***** RECORD EXCERPTS *****

"""The spin symbols of the safe parser (stfalgebra.checking.safe_parser, spins="aligned")."""

from __future__ import annotations

import pytest
import sympy as sp

from stfalgebra.checking.safe_parser import SPIN_SYMBOLS, allowed_symbols, parse_expression
from stfalgebra.errors import ExpressionRefusedError
from stfalgebra.exact import ExactPolynomial


def test_spin_symbols_are_the_engines():
    # the parsed chi1 must be the very symbol the derived modes carry, or nothing would cancel
    assert ExactPolynomial("chi1").to_sympy() == SPIN_SYMBOLS["chi1"]
    assert sp.expand(parse_expression("chi1*x - chi2", spins="aligned")
                     - (SPIN_SYMBOLS["chi1"] * sp.Symbol("x", positive=True) - SPIN_SYMBOLS["chi2"])).free_symbols \
        <= {sp.Symbol("x", positive=True)} | set(allowed_symbols("circular").values())


def test_spins_are_refused_without_the_option():
    assert "chi1" in allowed_symbols("general", "aligned") and "chi1" not in allowed_symbols("general")
    with pytest.raises(ExpressionRefusedError, match="chi1"):
        parse_expression("chi1*x")
    with pytest.raises(ValueError, match="spins"):
        allowed_symbols("circular", "precessing")
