def aligned_spin_elements_from_energy() -> dict[str, sp.Expr]:
    """The quasi-Keplerian elements with aligned spins in terms of ``E`` and ``J`` (``G = m = 1``).

    Returns
    -------
    dict
        ``"mean_motion"`` (``n``), ``"semi_major_axis"`` (``a_r``), ``"radial_eccentricity_squared"``,
        ``"time_eccentricity_squared"``, ``"angular_eccentricity_squared"`` and
        ``"periastron_advance"`` (``k``): polynomials in ``1/c`` (the symbol ``eps_inverse_c``)
        through ``1/c^3``, coefficients in :data:`SPIN_ENERGY`, :data:`SPIN_ANGULAR_MOMENTUM`,
        nu, delta, chi1, chi2.

    **Conventions**: module docstring (steps 2 and 3), harmonic coordinates.

    Example
    -------
    >>> from stfalgebra.symbols import delta, nu
    >>> chi2 = ExactPolynomial("chi2").to_sympy()
    >>> k = aligned_spin_elements_from_energy()["periastron_advance"]
    >>> k.coeff(sp.Symbol("eps_inverse_c", positive=True), 3).subs(
    ...     {nu: 0, delta: 1, chi2: 0})               # test mass: Lense-Thirring, -4 chi/J^3
    -4*chi1/J**3

    References
    ----------
    Derived here (module docstring); Damour & Deruelle, Ann. Inst. H. Poincare 43, 107 (1985)
    for the method and the 1PN terms.
    """
    form = _energy_form()
    out = {name: value.expression(_EPS) for name, value in form.items() if name != "one_plus_periastron_advance"}
    out["periastron_advance"] = form["one_plus_periastron_advance"].small(_EPS)
    return out


_ROOT = sp.sqrt(1 - et**2)
_NEWTONIAN = {_E: -sp.Rational(1, 2), _J: _ROOT}      # E, J at x = 1 (each element is homogeneous in x)


def _in_frequency(quantity: _Corrected, shifts: dict[sp.Symbol, tuple[sp.Expr, sp.Expr]]) -> tuple[sp.Expr, ...]:
    """``(lead, r2, r3)`` of an energy-form element at ``E = -x/2 (1 + e2 x + e3 x^(3/2))``,
    ``J = sqrt(1 - e_t^2) x^(-1/2) (1 + j2 x + j3 x^(3/2))`` (``shifts = {E: (e2, e3), J: (j2, j3)}``),
    relative to its Newtonian power of ``x``: the lead's logarithmic derivatives carry the shifts."""
    lead = quantity.lead
    weights = {symbol: sp.cancel(symbol * sp.diff(lead, symbol) / lead) for symbol in (_E, _J)}
    r2 = quantity.d2 + sum(weights[symbol] * shifts[symbol][0] for symbol in (_E, _J))
    r3 = quantity.d3 + sum(weights[symbol] * shifts[symbol][1] for symbol in (_E, _J))
    return tuple(sp.expand(value.subs(_NEWTONIAN)) for value in (lead, r2, r3))


@lru_cache(maxsize=1)
def _reversion() -> dict[str, tuple[sp.Expr, sp.Expr, sp.Expr]]:
    """Every element as ``(lead, r2, r3)`` in ``x``, ``e_t`` (``G = m = c = 1``): the value is
    ``lead x^p (1 + r2 x + r3 x^(3/2))``, ``p`` the Newtonian power."""
    form = _energy_form()
    e2, e3, j2, j3 = sp.symbols("energy_2 energy_3 momentum_2 momentum_3")
    shifts = {_E: (e2, e3), _J: (j2, j3)}
    frequency = _in_frequency(form["mean_motion"] * form["one_plus_periastron_advance"], shifts)
    eccentricity = _in_frequency(form["time_eccentricity_squared"], shifts)
    if sp.simplify(frequency[0] - 1) != 0 or sp.simplify(eccentricity[0] - et**2) != 0:
        raise ArithmeticError("the Newtonian orbit does not have x^(3/2) = G m n/c^3, e_t = e")
    solution: dict[sp.Symbol, sp.Expr] = {}
    for index, pair in ((1, (e2, j2)), (2, (e3, j3))):
        solved = sp.solve([frequency[index], eccentricity[index]], pair, dict=True)
        if len(solved) != 1:
            raise ArithmeticError("(x, e_t) do not fix E and J")
        solution.update({key: tidy_eccentricity(value, et) for key, value in solved[0].items()})
    shifts = {symbol: tuple(value.subs(solution) for value in pair) for symbol, pair in shifts.items()}
    converted = {name: _in_frequency(value, shifts) for name, value in form.items()}
    converted["energy"] = (-sp.Rational(1, 2), shifts[_E][0], shifts[_E][1])
    converted["angular_momentum"] = (_ROOT, shifts[_J][0], shifts[_J][1])
    return {name: tuple(tidy_eccentricity(value, et) for value in values) for name, values in converted.items()}


def _series(values: tuple[sp.Expr, sp.Expr, sp.Expr], lead: sp.Rational, scale: sp.Expr,
            relative_only: bool = False) -> PNSeries:
    """``scale x^lead L (1 + r2 x + r3 x^(3/2))`` as a PN series in ``sqrt(x)`` known through
    ``lead + 3/2``; ``relative_only``: ``scale x^lead L (r2 x + r3 x^(3/2))`` (``k``)."""
    base, r2, r3 = values
    terms = {} if relative_only else {lead: base * scale}
    for shift, value in ((1, r2), (sp.Rational(3, 2), r3)):
        value = tidy_eccentricity(sp.expand(base * value), et)
        if value != 0:
            terms[lead + shift] = value * scale
    return PNSeries(terms, lead + SPINNING_KNOWN_THROUGH)


def _square_root(values: tuple[sp.Expr, sp.Expr, sp.Expr]) -> tuple[sp.Expr, sp.Expr, sp.Expr]:
    base, r2, r3 = values
    if sp.simplify(base - et**2) != 0:
        raise ArithmeticError(f"an eccentricity squared should start with et^2, got {base}")
    return et, r2 / 2, r3 / 2


@lru_cache(maxsize=1)
def aligned_spin_quasi_keplerian() -> QuasiKeplerianElements:
    """Quasi-Keplerian elements with aligned spins in ``x`` and the time eccentricity ``e_t``.

    Returns
    -------
    QuasiKeplerianElements
        ``variables="frequency"``, ``pn_order=1``; PN series in ``eps = sqrt(x)`` with absolute
        orders as in :func:`~stfalgebra.binary.keplerian.quasi_keplerian_from_frequency`
        (``n`` from ``x^(3/2)`` with ``c^3/(G m)``, ``a_r`` from ``x^-1`` with ``G m/c^2``,
        eccentricities and ``k`` from ``x^0``, ``E/mu`` from ``x`` with ``c^2``, ``J/mu`` from
        ``x^(-1/2)`` with ``G m/c``), coefficients in ``et``, nu, delta, chi1, chi2; each known
        through its leading order plus 3/2. The time eccentricity is the symbol ``et`` (exact).

    **Conventions**: module docstring; ``omega = (1 + k) n``, ``x = (G m omega/c^3)^(2/3)``.
    With ``chi1 = chi2 = 0`` the elements are those of
    :func:`~stfalgebra.binary.keplerian.quasi_keplerian_from_frequency` (tested).

    Example
    -------
    >>> from stfalgebra.symbols import delta, nu
    >>> q = aligned_spin_quasi_keplerian()
    >>> q.periastron_advance.coefficient(sp.Rational(3, 2)).subs({nu: 0, delta: 1, ExactPolynomial("chi2").to_sympy(): 0})
    -4*chi1/(1 - et**2)**(3/2)

    References
    ----------
    Derived here (module docstring); compare Konigsdorffer & Gopakumar, Phys. Rev. D 71, 024039
    (2005) (ADM-type coordinates; the invariant ``k`` and ``E(x, e_t)`` agree, from memory, not
    checked against the text).
    """
    converted = _reversion()
    return QuasiKeplerianElements(
        variables="frequency", pn_order=1,
        mean_motion=_series(converted["mean_motion"], sp.Rational(3, 2), c**3 / (G * m)),
        semi_major_axis=_series(converted["semi_major_axis"], -1, G * m / c**2),
        radial_eccentricity=_series(_square_root(converted["radial_eccentricity_squared"]), 0, 1),
        time_eccentricity=PNSeries({0: et}, SPINNING_KNOWN_THROUGH),
        angular_eccentricity=_series(_square_root(converted["angular_eccentricity_squared"]), 0, 1),
        periastron_advance=_series(converted["one_plus_periastron_advance"], 0, 1, relative_only=True),
        energy=_series(converted["energy"], 1, c**2),
        angular_momentum=_series(converted["angular_momentum"], -sp.Rational(1, 2), G * m / c),
    )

*****

■ DIRECTIONS
If a line in the records above contains "weights", copy that line.

■ OUTPUT OF THE EXERCISE
    weights = {symbol: sp.cancel(symbol * sp.diff(lead, symbol) / lead) for symbol in (_E, _J)}
    r2 = quantity.d2 + sum(weights[symbol] * shifts[symbol][0] for symbol in (_E, _J))
    r3 = quantity.d3 + sum(weights[symbol] * shifts[symbol][1] for symbol in (_E, _J))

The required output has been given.